[Records contained in a dataset]
describe('submissions', () => {
  it('judges an honest binary64 table: most cases pass, and every case has a result', async () => {
    const r = await upload(qa, '/api/runs', { code: 'oscillite', version: unique('2.5.0-t'), setId: String(set.id) }, { name: 'h.csv', content: table(honest) })
    expect(r.status, JSON.stringify(r.body)).toBe(201)
    const run = (await viewer.get(`/api/runs/${r.body.run.id}`)).body.run
    expect(run.summary.total).toBe(20)
    expect(run.summary.counts.pass).toBeGreaterThanOrEqual(18)
    expect(run.set.id).toBe(set.id)
    const page = await viewer.get(`/api/runs/${r.body.run.id}/cases?pageSize=50&sort=ulps&dir=desc`)
    expect(page.body.total).toBe(20)
    expect(page.body.rows[0].reference).not.toBeNull()
    // the set is frozen once a run used it
    expect((await viewer.get(`/api/reference-sets/${set.id}`)).body.set.frozenAt).not.toBeNull()
  })

  it('gives missing, unexpected, duplicate and non-finite cases verdicts of their own', async () => {
    const rows = NS.flatMap(n => XS.map(x => [n, x] as const)).filter(([n, x]) => !(n === 8 && x === '0'))
    let body = table((n, x) => (n === 12 && x === '1' ? 'NaN' : honest(n, x)), rows)
    body += '4,0.5,-5\n' // a second row for H_4(0.5); the first one is judged
    body += '3,0.25,1.0\n' // not a case of the set
    body += '0,-0.50,1\n' // -0.50 is the case x = -0.5 again, spelled differently
    const r = await upload(qa, '/api/runs', { code: 'oscillite', version: unique('2.5.1-t'), setId: String(set.id) }, { name: 'gaps.csv', content: body })
    expect(r.status, JSON.stringify(r.body)).toBe(201)
    expect(r.body.run.counts).toMatchObject({ missing: 1, unexpected: 1, duplicate: 2, non_finite: 1 })
    const dup = await viewer.get(`/api/runs/${r.body.run.id}/cases?verdict=duplicate`)
    expect(dup.body.rows.map((x: { decidedBy: string }) => x.decidedBy).every((d: string) => /repeats line/.test(d))).toBe(true)
    // a row that matches no case keeps its own inputs, by exact value
    const extra = await viewer.get(`/api/runs/${r.body.run.id}/cases?verdict=unexpected`)
    expect(extra.body.rows).toHaveLength(1)
    expect(extra.body.rows[0]).toMatchObject({ inputs: { n: '3', x: '0.25' }, measured: '1.0', decidedBy: 'no-case' })
  })

  it('marks a value that is far off as a failure with its error figures', async () => {
    const r = await upload(qa, '/api/runs', { code: 'oscillite', version: unique('2.6.0-t'), setId: String(set.id) }, { name: 'off.csv', content: table((n, x) => (n === 8 && x === '0.5' ? (hermiteDouble(8, 0.5) * (1 + 1e-9)).toPrecision(17) : honest(n, x))) })
    expect(r.status).toBe(201)
    const fails = await viewer.get(`/api/runs/${r.body.run.id}/cases?verdict=fail`)
    expect(fails.body.rows).toHaveLength(1)
    expect(fails.body.rows[0].inputs).toEqual({ n: '8', x: '0.5' })
    expect(Number(fails.body.rows[0].relError)).toBeCloseTo(1e-9, 12)
    expect(Number(fails.body.rows[0].ulps)).toBeGreaterThan(1000)
  })

  it('reads Fortran D exponents, hex floats and whitespace columns the same way', async () => {
    const fortran = ['# n  x  H', ...NS.flatMap(n => XS.map(x => `  ${n}  ${x}  ${hermiteDouble(n, Number(x)).toExponential(16).replace('e', 'D')}`))].join('\n')
    const r = await upload(qa, '/api/runs', { code: 'oscillite', version: unique('f-t'), setId: String(set.id), mapping: JSON.stringify({ n: 'n', x: 'x', value: 'H' }) }, { name: 'fort.txt', content: fortran })
    expect(r.status, JSON.stringify(r.body)).toBe(201)
    expect(r.body.run.counts.pass).toBeGreaterThanOrEqual(18)
  })

  it('refuses a table with unreadable rows whole, naming line and column, and stores nothing', async () => {
    const version = unique('bad-t')
    const body = table(honest).replace('\n4,0.5,', '\n4,0.5,1.2.3x').replace('\n8,1,', '\n8,1,abc')
    const before = await dbCount('SELECT COUNT(*) AS n FROM runs', [])
    const r = await upload(qa, '/api/runs', { code: 'oscillite', version, setId: String(set.id) }, { name: 'bad.csv', content: body })
    expect(r.status).toBe(400)
    expect(r.body.data.code).toBe('unreadable_rows')
    expect(r.body.data.errors[0]).toMatchObject({ line: expect.any(Number), column: expect.any(Number) })
    expect(r.body.data.errorCount).toBeGreaterThanOrEqual(2)
    expect(await dbCount('SELECT COUNT(*) AS n FROM runs', [])).toBe(before)
    expect(await dbCount('SELECT COUNT(*) AS n FROM versions WHERE label = ?', [version])).toBe(0)
  })

  it('refuses a table over 50 MB with 413', async () => {
    const big = new Uint8Array(50 * 1024 * 1024 + 10).fill(0x31)
    const r = await upload(qa, '/api/runs', { code: 'oscillite', version: unique('big-t'), setId: String(set.id) }, { name: 'big.csv', content: big })
    expect(r.status).toBe(413)
  })

  it('refuses a multipart body without a boundary, or without the file, with 400 and stores nothing', async () => {
    const before = await dbCount('SELECT COUNT(*) AS n FROM runs', [])
    const noBoundary = await fetch(`${qa.base}/api/runs`, { method: 'POST', body: 'code=oscillite', headers: { 'content-type': 'multipart/form-data', origin: qa.base, cookie: qa.cookie } })
    expect(noBoundary.status).toBe(400)
    expect((await noBoundary.json()).data.code).toBe('invalid_input')
    const form = new FormData()
    form.append('code', 'oscillite')
    form.append('version', unique('nofile'))
    form.append('setId', String(set.id))
    form.append('table', new Blob([table(honest)]), 'wrong-field.csv')
    const noFile = await fetch(`${qa.base}/api/runs`, { method: 'POST', body: form, headers: { origin: qa.base, cookie: qa.cookie } })
    expect(noFile.status).toBe(400)
    expect((await noFile.json()).data.issues).toEqual([{ field: 'file', message: 'Attach the output table.' }])
    expect(await dbCount('SELECT COUNT(*) AS n FROM runs', [])).toBe(before)
  })

  it('recognises the same file for the same version and set, and stores it once', async () => {
    const version = unique('dup-t')
    const content = table(honest)
    const first = await upload(qa, '/api/runs', { code: 'oscillite', version, setId: String(set.id) }, { name: 'a.csv', content })
    const second = await upload(qa, '/api/runs', { code: 'oscillite', version, setId: String(set.id) }, { name: 'b.csv', content })
    expect(first.status).toBe(201)
    expect(second.status).toBe(200)
    expect(second.body).toMatchObject({ duplicate: true, run: { id: first.body.run.id } })
  })

  it('keeps runs on the revision they were judged against when the set is revised', async () => {
    const local = await readySet(qa, hermiteSet(unique('h-rev')))
    const r = await upload(qa, '/api/runs', { code: 'quadrat', version: unique('rev-t'), setId: String(local.id) }, { name: 'h.csv', content: table(honest) })
    expect(r.status).toBe(201)
    const revised = await qa.request('PUT', `/api/reference-sets/${local.id}`, hermiteSet(local.slug, { targetDigits: 25 }))
    expect(revised.status, JSON.stringify(revised.body)).toBe(200)
    expect(revised.body.set.revision).toBe(2)
    const run = (await viewer.get(`/api/runs/${r.body.run.id}`)).body.run
    expect(run.set.revision).toBe(1)
    expect(run.state).toBe('stale')
    const renamed = await qa.request('PUT', `/api/reference-sets/${local.id}`, hermiteSet('another-slug'))
    expect(renamed.status).toBe(400)
  })

  it('takes the set by slug for its newest revision, and names the field when the set is given twice, not at all or unknown', async () => {
    const local = await readySet(qa, hermiteSet(unique('h-slug')))
    const newest = await reviseSet(qa, local.id, hermiteSet(local.slug, { targetDigits: 22 }))
    const r = await upload(qa, '/api/runs', { code: 'oscillite', version: unique('slug-t'), set: local.slug }, { name: 'h.csv', content: table(honest) })
    expect(r.status, JSON.stringify(r.body)).toBe(201)
    const run = (await viewer.get(`/api/runs/${r.body.run.id}`)).body.run
    expect(run.set).toMatchObject({ id: newest.id, revision: 2 })

    const send = (fields: Record<string, string>) => upload(qa, '/api/runs', { code: 'oscillite', version: unique('slug-bad'), ...fields }, { name: 'h.csv', content: table(honest) })
    const both = await send({ set: local.slug, setId: String(local.id) })
    expect(both.status).toBe(400)
    expect(both.body.data.issues[0]).toMatchObject({ field: 'set', message: expect.stringMatching(/not both/) })
    const neither = await send({})
    expect(neither.status).toBe(400)
    expect(neither.body.data.issues[0].field).toBe('setId')
    const unknown = await send({ set: unique('no-such-set') })
    expect(unknown.status).toBe(404)
    expect(unknown.body.data.issues[0].field).toBe('set')
  })

  it('previews a table: columns, first rows and a suggested mapping', async () => {
    const r = await upload(qa, '/api/submissions/preview', { setId: String(set.id) }, { name: 'h.csv', content: table(honest) })
    expect(r.status).toBe(200)
    expect(r.body).toMatchObject({ format: 'csv', columns: ['n', 'x', 'H'], rowCount: 20, mapping: { n: 'n', x: 'x', value: 'H' } })
  })

  it('exports a run as CSV and as JSON, each with the caution', async () => {
    const r = await upload(qa, '/api/runs', { code: 'oscillite', version: unique('exp-t'), setId: String(set.id) }, { name: 'h.csv', content: table(honest) })
    expect(r.status).toBe(201)
    const csv = (await viewer.get(`/api/runs/${r.body.run.id}/export?format=csv`)).body as string
    const lines = csv.trim().split('\n')
    expect(lines[0]).toMatch(/^# A verdict is evidence/)
    expect(lines[1]).toBe('line,n,x,region,measured,reference,reference_digits,abs_error,rel_error,ulps,digits_agreed,verdict,decided_by,stored_verdict,accepted_by_deviation')
    expect(lines).toHaveLength(22)
    const json = (await viewer.get(`/api/runs/${r.body.run.id}/export?format=json`)).body
    expect(json.caution).toMatch(/does not replace/)
    expect(json.cases).toHaveLength(20)
  })

  it('draws the error map over n and x', async () => {
    const r = await upload(qa, '/api/runs', { code: 'oscillite', version: unique('map-t'), setId: String(set.id) }, { name: 'h.csv', content: table(honest) })
    const map = (await viewer.get(`/api/runs/${r.body.run.id}/map`)).body
    expect(map).toMatchObject({ xParam: 'x', yParam: 'n', metric: 'ulps' })
    expect(map.points).toHaveLength(20)
    const one = await viewer.get(`/api/runs/${r.body.run.id}/cases?caseId=${map.points[3].caseId}`)
    expect(one.body.total).toBe(1)
    expect(one.body.rows[0].id).toBe(map.points[3].caseId)
  })

  it('bins the map of a large run into a grid whose cells show their worst case', async () => {
    // 9 × 1000 = 9,000 cases, past the 8,000 a map draws one by one
    const big = await readySet(qa, hermiteSet(unique('map-big'), { grid: { parts: [{ kind: 'range', axes: [{ param: 'n', start: '0', stop: '8', step: '1' }, { param: 'x', start: '-5', stop: '4.99', step: '0.01' }] }] } }))
    const rows: string[] = ['n,x,H']
    for (let n = 0; n <= 8; n++) {
      for (let i = -500; i < 500; i++) {
        const x = (i / 100).toString()
        // one planted miss, far outside any tolerance
        const v = n === 7 && i === 123 ? hermiteDouble(n, i / 100) * 1.01 : hermiteDouble(n, i / 100)
        rows.push(`${n},${x},${v.toPrecision(17)}`)
      }
    }
    const r = await upload(qa, '/api/runs', { code: 'oscillite', version: unique('map-big'), setId: String(big.id), mapping: JSON.stringify({ n: 'n', x: 'x', value: 'H' }) }, { name: 'big.csv', content: rows.join('\n') + '\n' })
    expect(r.status, JSON.stringify(r.body)).toBe(201)
    const map = (await viewer.get(`/api/runs/${r.body.run.id}/map`)).body
    expect(map.binned).toMatchObject({ cases: 9000, rows: 9 })
    expect(map.points.length).toBeLessThanOrEqual(map.binned.columns * map.binned.rows)
    expect(map.points.reduce((s: number, p: { cases: number }) => s + p.cases, 0)).toBe(9000)
    const planted = map.points.filter((p: { verdict: string }) => p.verdict === 'fail').find((p: { caseX: number, caseY: number }) => p.caseX === 1.23 && p.caseY === 7)
    expect(planted, 'the planted miss shows in its cell').toBeDefined()
    const one = await viewer.get(`/api/runs/${r.body.run.id}/cases?caseId=${planted.caseId}`)
    expect(one.body.rows[0]).toMatchObject({ verdict: 'fail' })
  })
})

_What is needed_
After locating the line with "const neither = await" above, return that line and every later line through the one with "expect(unknown.status).toBe(404)", word for word and with nothing else.

_Solved problem_
    const neither = await send({})
    expect(neither.status).toBe(400)
    expect(neither.body.data.issues[0].field).toBe('setId')
    const unknown = await send({ set: unique('no-such-set') })
    expect(unknown.status).toBe(404)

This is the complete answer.